# Server crash, huge issues



## geddiesburg (Apr 27, 2010)

Hey all,

I just started working at a new company over the last few months and taking care of everything has essentially fallen into my lap. This includes server issues and networking. The problem is everything has been done on the cheap and it's biting us in the bum now.

We are running a dell server running server 2003. It is basically a file server that we all are connected to through AD. It's not set up well at all, but it was functional. Last week it crashed a few times. On Thursday it crashed... we fired it back up and the drive with all of our files on them was unformatted. The owner kept telling me the drive was mirrored - but there were only two drives in the system - I kept saying that isn't possible. That is until I looked closer. The server had two 320gb drives mirrored. One partition was corrupt in the crash and was mirrored to the other drive.

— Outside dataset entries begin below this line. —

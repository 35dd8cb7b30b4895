import { useState } from "react";
import { readAnalyticsRequest } from "~/.server/analytics/request";
import { treatmentOutcomes } from "~/.server/analytics/queries/treatment-outcomes";
import { FilterBar, FilterBarSelect, QueryState, useSearchObject } from "~/components/analytics/filter-bar";
import { ReductionChart, TimeToClearChart, type ArmView } from "~/components/analytics/outcome-charts";
import { CautionNote } from "~/components/caution-note";
import { TextLink } from "~/components/text-link";
import { analyticsQueries, loaderSearch, onlyOnNewPath, useSeededQuery } from "~/hooks/analytics-queries";
import { ARM_LABELS } from "~/lib/analytics/labels";
import { ARM_DIMENSIONS, outcomesQuery } from "~/lib/analytics/params";
import { formatDate, formatMoney } from "~/lib/format";
import { METAL_LABELS } from "@analysis/metals/names";
import type { Route } from "./+types/outcomes";

export const meta: Route.MetaFunction = () => [{ title: "Treatment outcomes · Patina" }];

const PARAMS = ["from", "to", "route", "metal", "arm"] as const;
const STRATA = { all: "All treatments", inside: "pH 7.2–7.6 at treatment", outside: "pH outside 7.2–7.6 at treatment" } as const;
type Stratum = keyof typeof STRATA;

export async function loader({ request, context }: Route.LoaderArgs) {
  const { scope, query, window, thresholds, currency } = await readAnalyticsRequest(request, context, "outcomes", outcomesQuery, "page");
  const outcomes = await treatmentOutcomes(scope, { window, thresholds, metal: query.metal, arm: query.arm });
  return { search: loaderSearch(request, PARAMS), timeZone: scope.timeZone, currency, outcomes };
}

export const shouldRevalidate = onlyOnNewPath;

const ARM_OPTIONS = ARM_DIMENSIONS.map((d) => ({ value: d, label: ARM_LABELS[d] }));

const percent = (n: number | null) => (n === null ? "—" : `${n.toFixed(0)} %`);

export default function Outcomes({ loaderData }: Route.ComponentProps) {
  const params = useSearchObject(PARAMS);
  const query = useSeededQuery(analyticsQueries.outcomes(params), { search: loaderData.search, data: loaderData.outcomes });
  const outcomes = query.data;
  const [stratum, setStratum] = useState<Stratum>("all");
  const arms: ArmView[] = outcomes.arms
    .map((a) => (stratum === "all" ? a : { ...a.byPh[stratum], label: a.label }))
    .filter((a) => a.courses > 0);

  return (
    <div className="space-y-6">
      <header>
        <h1 className="text-2xl font-semibold tracking-tight">Treatment outcomes</h1>
        <p className="text-muted">
          Which metal treatments cleared {METAL_LABELS[outcomes.metal].toLowerCase()}, how fast, whether it stayed away, and what a cleared pool
          cost.
        </p>
      </header>
      <FilterBar metal anyMetal={false}>
        <FilterBarSelect name="arm" label="Compare by" options={ARM_OPTIONS} fallback="product" />
      </FilterBar>
      <fieldset className="flex flex-wrap gap-2">
        <legend className="sr-only">pH at treatment</legend>
        {(Object.keys(STRATA) as Stratum[]).map((s) => (
          <button
            key={s}
            type="button"
            aria-pressed={s === stratum}
            onClick={() => setStratum(s)}
            className={`rounded-lg border px-3 py-2 text-sm font-medium ${s === stratum ? "border-verdigris-700 bg-verdigris-100" : "border-line bg-white"}`}
          >
            {STRATA[s]}
          </button>
        ))}
      </fieldset>
      <QueryState isFetching={query.isFetching} error={query.error} />

      <p className="text-sm">
        {outcomes.courses} treatment courses (products applied within 3 days of each other count as one); {outcomes.eligibleCourses} started
        above the clear level and can show an effect.
      </p>

      <TimeToClearChart arms={arms} followUpDays={outcomes.rules.followUpDays} />
      <ReductionChart arms={arms} />

      <section aria-labelledby="arm-table" className="overflow-x-auto rounded-xl border border-line bg-white">
        <h2 id="arm-table" className="px-4 pt-3 font-semibold">
          Each treatment side by side ({STRATA[stratum].toLowerCase()})
        </h2>
        {arms.length === 0 ? (
          <p className="p-4 text-muted">No treatment course in this window and pH group started above the clear level.</p>
        ) : (
          <table className="mt-2 w-full text-left text-sm tabular-nums">
            <thead className="border-b border-line text-muted">
              <tr>
                <th scope="col" className="px-3 py-2 font-medium">Treatment</th>
                <th scope="col" className="px-3 py-2 font-medium">Pools</th>
                <th scope="col" className="px-3 py-2 font-medium">Median days to clear</th>
                <th scope="col" className="px-3 py-2 font-medium">Median fall</th>
                <th scope="col" className="px-3 py-2 font-medium">Came back within 90 days</th>
                <th scope="col" className="px-3 py-2 font-medium">Cost per cleared pool</th>
              </tr>
            </thead>
            <tbody className="divide-y divide-line">
              {arms.map((a) => (
                <tr key={a.label}>
                  <th scope="row" className="px-3 py-2 font-medium">
                    {a.label}
                    {a.tooFewToCompare ? <span className="block text-xs font-normal text-muted">too few to compare (under {outcomes.rules.minPoolsToCompare} pools)</span> : null}
                  </th>
                  <td className="px-3 py-2">{a.pools}</td>
                  <td className="px-3 py-2">{a.timeToClear.medianDays === null ? `not within ${outcomes.rules.followUpDays} days` : a.timeToClear.medianDays.toFixed(0)}</td>
                  <td className="px-3 py-2">{percent(a.reduction.median)}</td>
                  <td className="px-3 py-2">
                    {a.recurrence.followed === 0 ? "not followed long enough" : `${a.recurrence.recurred} of ${a.recurrence.followed}`}
                  </td>
                  <td className="px-3 py-2">
                    {a.costPerClearedPool === null ? "none cleared" : formatMoney(a.costPerClearedPool, loaderData.currency)}
                    {a.costComplete ? null : <span className="block text-xs text-muted">some costs not recorded</span>}
                  </td>
                </tr>
              ))}
            </tbody>
          </table>
        )}
      </section>

      <section aria-labelledby="escalation" className="space-y-3 rounded-xl border border-line bg-white p-4">
        <h2 id="escalation" className="font-semibold">When more product is not helping</h2>
        {outcomes.escalation.length === 0 ? (
          <p className="text-muted">No pool has had three courses in a row that did not clear the metal.</p>
        ) : (
          <>
            <p className="text-sm">
              These pools had three or more courses in a row without clearing. Old, set-in stains do not respond to sequestrant or pads: find the
              cause, and consider a surface acid treatment or a drain and acid wash by a qualified contractor.
            </p>
            <ul className="divide-y divide-line text-sm">
              {outcomes.escalation.map((e) => (
                <li key={e.poolId} className="py-2">
                  <TextLink to={`/pools/${e.poolId}`}>{e.street}</TextLink>{" "}
                  · {e.coursesWithoutClearing} courses without clearing since {formatDate(e.since, loaderData.timeZone)}
                </li>
              ))}
            </ul>
            <CautionNote topics={["acid", "drain", "equipment"]} />
          </>
        )}
      </section>
      <p className="text-xs text-muted">
        Baseline: the reading at the treatment visit or in the 7 days before. Clear: below the company's clear level. The figures compare what
        happened, not a controlled trial; product, pool and season all play a part.
      </p>
    </div>
  );
}

export { ErrorPanel as ErrorBoundary } from "~/components/error-panel";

The rub - I went to recover the drive - both are full of zeros... which isn't corruption right? It means it's been overwritten. No one has touched the system from within the office, so how can this happen? I would assume overwriting an entire drive takes time - this was a matter of maybe five minutes from the server crashing until I booted it back up. Is there any other way for this to happen? No one physically touched the computer. We all are logged into it, but just connect to the network drives that were set up. Is it possible that someone got into the network via wireless connection or internet? Is there any other option aside from someone physically clearing the drive and overwriting with zeros?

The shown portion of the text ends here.